Students Delonte Martistee And Ryan Austin Calhoun Charged In Sexual Attack On Florida Beach

I have seen more and more reports of this type of criminal behavior happening during Spring Break especially at Florida destinations. It is no longer just some kids out to drink some beer and enjoy the sun and surf. It is becoming wall to wall Thugs. Parents of college aged girls, do not allow this to happen to your daughters.


----------



## Camel923 (Aug 13, 2014)

Not just spring break. Young women need to think. Do not accept a drink from an open container or that was poured for you. Stick with friends and do not allow your self to be separated. Keep your wits about you. These apply anywhere, anytime. There are always evil bastards that will kill, rape and or rob you. The second amendment is for your safety. Use it. This is some advise I have given my own daughter.


----------



## Arklatex (May 24, 2014)

Sign them up for woman's self defense and defensive firearms training. Buy them a gun and make sure she is Annie Oakley good with it. Then let them go out and enjoy their spring break. Sad what the country is becoming that parents even have to worry about this crap.

Side note. If your girl does go to spring break at the beach, do not under any circumstances watch "girls gone wild"!!! EVER!


----------



## csi-tech (Apr 13, 2013)

You would think that the disappearance and murder of Natalee Holloway at the hands of Joran Van der sloot would have been all of the convincing that trusting parents would have required. I understand the overwhelming feeling of freedom that young college students must feel when they are able to leave home and revel in the debauchery that is Spring Break.

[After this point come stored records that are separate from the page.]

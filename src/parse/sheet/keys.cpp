#include "parse/sheet/keys.hpp"

#include <algorithm>
#include <cmath>
#include <fmt/format.h>

#include "base/names.hpp"
#include "base/text.hpp"

namespace parse {
namespace {

// "a", "b" or "c".
std::string listed(std::span<const std::string_view> names) {
  std::string text;
  for (std::size_t i = 0; i < names.size(); ++i) {
    text += fmt::format("{}\"{}\"", i == 0 ? "" : i + 1 == names.size() ? " or " : ", ", names[i]);
  }
  return text;
}

std::optional<double> number_of(const TomlNode& node) {
  if (const auto* number = std::get_if<double>(&node.value)) return *number;
  if (const auto* number = std::get_if<std::int64_t>(&node.value)) return static_cast<double>(*number);
  return std::nullopt;
}

}  // namespace

std::string mismatch(std::string_view expected, const TomlNode& node, const SheetContext& context) {
  return fmt::format("expected {}, found {}", expected, described(node, context.sources));
}

std::optional<double> quantity_of(const TomlNode& node, Unit unit, SheetContext& context) {
  if (const auto* text = node.text()) {
    const auto value = read_quantity(*text, unit);
    if (value) return *value;
    context.error(node.where, value.error());
    return std::nullopt;
  }
  const auto number = number_of(node);
  if (number && std::isfinite(*number)) return number;
  context.error(node.where, mismatch(expected_of(unit), node, context));
  return std::nullopt;
}

bool within(double number, Bound bound, const TomlNode& node, SheetContext& context) {
  if (bound == Bound::any || number > 0 || (bound == Bound::not_negative && number == 0)) return true;
  const std::string_view rule = bound == Bound::above_zero ? "must be above zero" : "must not be negative";
  context.error(node.where, fmt::format("this {}, found {}", rule, described(node, context.sources)));
  return false;
}

std::optional<std::string> name_of(const TomlNode& node, std::string_view expected, SheetContext& context) {
  const auto* text = node.text();
  if (text != nullptr && !text->empty()) return *text;
  context.error(node.where, mismatch(expected, node, context));
  return std::nullopt;
}

std::optional<std::size_t> choice_of(const TomlNode& node, std::span<const std::string_view> choices,
                                     SheetContext& context) {
  if (const auto* text = node.text()) {
    const auto at = std::find(choices.begin(), choices.end(), *text);
    if (at != choices.end()) return static_cast<std::size_t>(at - choices.begin());
  }
  context.error(node.where, mismatch(listed(choices), node, context));
  return std::nullopt;
}

const TomlEntry* TableKeys::take(std::string_view key) {
  asked_.push_back(key);
  return table_.find(key);
}

model::Maybe<double> TableKeys::quantity(std::string_view key, Unit unit, Bound bound) {
  const TomlEntry* entry = take(key);
  if (entry == nullptr) return std::nullopt;
  const auto value = quantity_of(entry->node, unit, context_);
  if (!value || !within(*value, bound, entry->node, context_)) return std::nullopt;
  return model::Declared<double>{*value, entry->node.where};
}

model::Maybe<int> TableKeys::whole(std::string_view key, int least, int most) {
  const TomlEntry* entry = take(key);
  if (entry == nullptr) return std::nullopt;
  const auto* number = std::get_if<std::int64_t>(&entry->node.value);
  if (number != nullptr && *number >= least && *number <= most) {
    return model::Declared<int>{static_cast<int>(*number), entry->node.where};
  }
  const std::string range = most == std::numeric_limits<int>::max()
                                ? fmt::format("a whole number of at least {}", least)
                                : fmt::format("a whole number from {} to {}", least, most);
  context_.error(entry->node.where, mismatch(range, entry->node, context_));
  return std::nullopt;
}

model::Maybe<std::string> TableKeys::name(std::string_view key, std::string_view expected) {
  const TomlEntry* entry = take(key);
  if (entry == nullptr) return std::nullopt;
  auto name = name_of(entry->node, expected, context_);
  if (!name) return std::nullopt;
  return model::Declared<std::string>{std::move(*name), entry->node.where};
}

model::Maybe<std::size_t> TableKeys::choice(std::string_view key, std::initializer_list<std::string_view> choices) {
  const TomlEntry* entry = take(key);
  if (entry == nullptr) return std::nullopt;
  const auto index = choice_of(entry->node, {choices.begin(), choices.size()}, context_);
  if (!index) return std::nullopt;
  return model::Declared<std::size_t>{*index, entry->node.where};
}

void TableKeys::refuse(std::string_view key, const std::string& message) {
  if (const TomlEntry* entry = take(key)) context_.error(entry->key_where, message);
}

model::UnusedKey TableKeys::unused(std::string_view key, std::string_view unchecked) const {
  const TomlEntry* entry = table_.find(key);
  return {fmt::format("{}.{}", title_, key), entry == nullptr ? where_ : entry->key_where, std::string(unchecked)};
}

void TableKeys::missing(std::string_view key, std::string_view why) {
  if (!context_.complete || table_.find(key) != nullptr) return;
  context_.error(where_, fmt::format("[{}] needs \"{}\"{}", title_, key, why));
}

void TableKeys::finish(std::initializer_list<std::string_view> not_supported) {
  std::vector<std::string_view> known = asked_;
  known.insert(known.end(), not_supported.begin(), not_supported.end());
  for (const TomlEntry& entry : table_.entries) {
    if (std::find(asked_.begin(), asked_.end(), entry.key) != asked_.end()) continue;
    if (std::find(not_supported.begin(), not_supported.end(), entry.key) != not_supported.end()) {
      context_.error(entry.key_where,
                     fmt::format("\"{}\" in [{}] is not supported by this version", entry.key, title_));
      continue;
    }
    context_.error(entry.key_where, unknown("key", entry.key, fmt::format(" in [{}]", title_), known));
  }
}

std::string unknown(std::string_view what, std::string_view name, std::string_view in,
                    const std::vector<std::string_view>& known) {
  const std::string_view nearest = base::nearest_name(name, known);
  const std::string offer = nearest.empty() ? "" : fmt::format("; did you mean \"{}\"?", nearest);
  return fmt::format("unknown {} \"{}\"{}{}", what, base::printable_short(name), in, offer);
}

}  // namespace parse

The alcohol, the sex, the sun, the drugs and the music. That is all fine and well for the privileged kids. That's why they are so often victimized. It is "Affluenza", remember that nonsense? Such people have zero street smarts. They believe that as the elite, they are veritably immune to such things. That's why they so often say "I never thought it could happen to us" and "How could such a thing ever happen to my baby?"

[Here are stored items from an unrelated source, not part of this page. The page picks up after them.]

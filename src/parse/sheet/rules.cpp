// [limit] and [level], for the board and for one input. Keys are the names of model/rules.def with _ for -.
#include <algorithm>
#include <array>
#include <cmath>

#include "base/names.hpp"
#include "model/finding.hpp"
#include "parse/sheet/tables.hpp"

namespace parse {
namespace {

// Rules of a wider version.
constexpr std::array<std::string_view, 18> later_rules{
    "missing_tolerance", "settling",         "resolution", "accuracy",     "supply_tracking", "self_heating",
    "part_power",        "part_voltage",     "fault_band", "pin_stress",   "common_mode",     "one_to_one",
    "state_gap",         "corner_frequency", "noise",      "dc_on_sensor", "touch_voltage",   "stale_waiver"};

std::string key_of(const model::RuleText& rule) {
  std::string key(rule.name);
  std::replace(key.begin(), key.end(), '-', '_');
  return key;
}

// Load error compares with a limit that is worked out where none is declared.
bool compares(const model::RuleText& rule) {
  return !std::isnan(rule.limit) || rule.id == model::RuleId::load_error;
}

const model::RuleText* rule_of(std::string_view key) {
  const auto at =
      std::find_if(model::rules.begin(), model::rules.end(), [&](const auto& rule) { return key_of(rule) == key; });
  return at == model::rules.end() ? nullptr : &*at;
}

void refuse_unknown_rule(const TomlEntry& entry, const std::string& title, SheetContext& context) {
  if (std::find(later_rules.begin(), later_rules.end(), entry.key) != later_rules.end()) {
    context.error(entry.key_where, fmt::format("\"{}\" in [{}] is not supported by this version", entry.key, title));
    return;
  }
  std::vector<std::string> keys;
  for (const model::RuleText& rule : model::rules) keys.push_back(key_of(rule));
  const std::vector<std::string_view> known(keys.begin(), keys.end());
  context.error(entry.key_where, unknown("rule", entry.key, fmt::format(" in [{}]", title), known));
}

// In the rule's unit: a fraction, also in percent, or a number of LSB, also with that unit behind it.
std::optional<double> limit_of(const TomlNode& node, const model::RuleText& rule, SheetContext& context) {
  if (rule.unit == "fraction") {
    const auto limit = quantity_of(node, Unit::fraction, context);
    if (!limit || (*limit >= 0 && *limit <= 1)) return limit;
    context.error(node.where, mismatch("a fraction from 0 to 1", node, context));
    return std::nullopt;
  }
  TomlNode number = node;
  if (auto* text = std::get_if<std::string>(&number.value)) {
    if (text->size() >= 3 && base::same_name(std::string_view(*text).substr(text->size() - 3), "LSB")) {
      text->resize(text->size() - 3);
    }
  }
  const auto limit = quantity_of(number, Unit::none, context);
  return limit && within(*limit, Bound::not_negative, node, context) ? limit : std::nullopt;
}

}  // namespace

std::vector<model::LimitSetting> read_limits(const TomlEntry& entry, const std::string& title, SheetContext& context) {
  std::vector<model::LimitSetting> limits;
  const TomlTable* table = table_of(entry, title, context);
  if (table == nullptr) return limits;
  for (const TomlEntry& setting : table->entries) {
    const model::RuleText* rule = rule_of(setting.key);
    if (rule == nullptr) {
      refuse_unknown_rule(setting, title, context);
    } else if (!compares(*rule)) {
      context.error(setting.key_where, fmt::format("\"{}\" compares nothing, so it has no limit", setting.key));
    } else if (const auto limit = limit_of(setting.node, *rule, context)) {
      limits.push_back({std::string(rule->name), {*limit, setting.node.where}});
    }
  }
  return limits;
}

std::vector<model::LevelSetting> read_levels(const TomlEntry& entry, const std::string& title, SheetContext& context) {
  constexpr std::array<std::string_view, 4> texts{"error", "warning", "note", "off"};
  constexpr std::array<std::optional<base::Level>, 4> values{base::Level::error, base::Level::warning,
                                                             base::Level::note, std::nullopt};
  std::vector<model::LevelSetting> levels;
  const TomlTable* table = table_of(entry, title, context);
  if (table == nullptr) return levels;
  for (const TomlEntry& setting : table->entries) {
    const model::RuleText* rule = rule_of(setting.key);
    if (rule == nullptr) {
      refuse_unknown_rule(setting, title, context);
    } else if (const auto level = choice_of(setting.node, texts, context)) {
      levels.push_back({std::string(rule->name), {values[*level], setting.node.where}});
    }
  }
  return levels;
}

}  // namespace parse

I trust other people as much as a fart when I have the flu. I never went to college because I didn't have the money or a wealthy benefactor. I went in the military and enjoyed spring break in Beirut, Lebanon. I guess you could technically call it a cruise. My boys both enlisted too (despite my offer to pay for college). People just live in very different worlds and have a very different world view. Some people wonder what happened to their baby and others wonder what their baby may have done to somebody that pissed them off.


----------



## Denton (Sep 18, 2012)

I am not at all surprised.

That same weekend, Wifey and I went down there to have a steak dinner at Angelos Steak Pit. Anyone who has been there knows it is worth the two hour drive to get there. As soon as we turned off hwy 79 onto back beach road, we realized we would not make it to Angelos before the next day. So, we turned off and went to Margaritaville for calamari and conch fritters. Heads up to those who like either; Margaritaville changed corporate hands and they no longer carry conch fritters. 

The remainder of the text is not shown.